◆ **WHAT YOU HAVE TO DO**
Gather all lines from the material that contain "const".

◆ **INFORMATION**
----------
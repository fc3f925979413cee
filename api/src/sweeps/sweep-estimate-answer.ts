import type { EntityManager } from '@mikro-orm/postgresql';
import type { AllowanceLimits } from '../../../shared/schemas/allowance.js';
import type { SweepEstimate } from '../../../shared/schemas/sweep.js';
import { expectedFixedCosts, expectedWallSeconds } from '../../../shared/sweeps/fixed-costs.js';
import { DEFAULT_SHARD_SECONDS, planShards } from '../../../shared/sweeps/shard-plan.js';
import { allowanceRefusals } from '../../../shared/sweeps/sweep-estimate.js';
import type { Team } from '../entities/team.js';
import { allowanceStatus, type TeamUsage } from './allowance-ledger.js';
import type { LaunchPlan } from './launch-plan.js';
import { latestFixedCosts, liveWorkers } from './measured-throughput.js';

/** How the prepare step cuts shards when no worker has said (the worker's default). */
const defaultShardSizing = { targetSeconds: DEFAULT_SHARD_SECONDS, subsetsPerShard: null };

/**
 * The estimate as the client sees it: the work, the CPU seconds the team is charged (which the allowance
 * check uses), the wall time on the running workers with the fixed costs measured on this installation, what
 * the figures rest on, and the allowance verdict.
 */
export async function estimateAnswer(
  em: EntityManager,
  plan: LaunchPlan,
  team: Team,
  limits: AllowanceLimits,
  usage: TeamUsage,
): Promise<SweepEstimate> {
  const workers = await liveWorkers(em);
  const shardCount = planShards(plan.candidateCount, plan.sizes, plan.measured, workers.sizing ?? defaultShardSizing).length;
  const fixed = expectedFixedCosts(await latestFixedCosts(em));
  const refusals = allowanceRefusals({ limits, ...usage, totalSubsets: plan.totalSubsets, cpuSeconds: plan.cpuSeconds });
  const warnings = [...plan.warnings];
  if (workers.threads === 0) warnings.push('No worker is running at the moment: a launched sweep waits in the queue until one starts.');
  return {
    candidateCount: plan.candidateCount,
    knownCount: plan.knownCount,
    sizes: plan.sizes,
    perSize: plan.perSize,
    totalSubsets: plan.totalSubsets,
    cpuSeconds: plan.cpuSeconds,
    shardCount,
    fixedCosts: fixed.costs,
    workerThreads: workers.threads,
    wallSeconds: expectedWallSeconds({ cpuSeconds: plan.cpuSeconds, shardCount, threads: workers.threads }, fixed.costs),
    basis: { speed: plan.speed, fixedCosts: fixed.basis },
    allowance: allowanceStatus(team, limits, usage),
    fits: refusals.length === 0,
    refusals,
    warnings,
  };
}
----------
◆ **TASK RESULT**
const defaultShardSizing = { targetSeconds: DEFAULT_SHARD_SECONDS, subsetsPerShard: null };
  const workers = await liveWorkers(em);
  const shardCount = planShards(plan.candidateCount, plan.sizes, plan.measured, workers.sizing ?? defaultShardSizing).length;
  const fixed = expectedFixedCosts(await latestFixedCosts(em));
  const refusals = allowanceRefusals({ limits, ...usage, totalSubsets: plan.totalSubsets, cpuSeconds: plan.cpuSeconds });
  const warnings = [...plan.warnings];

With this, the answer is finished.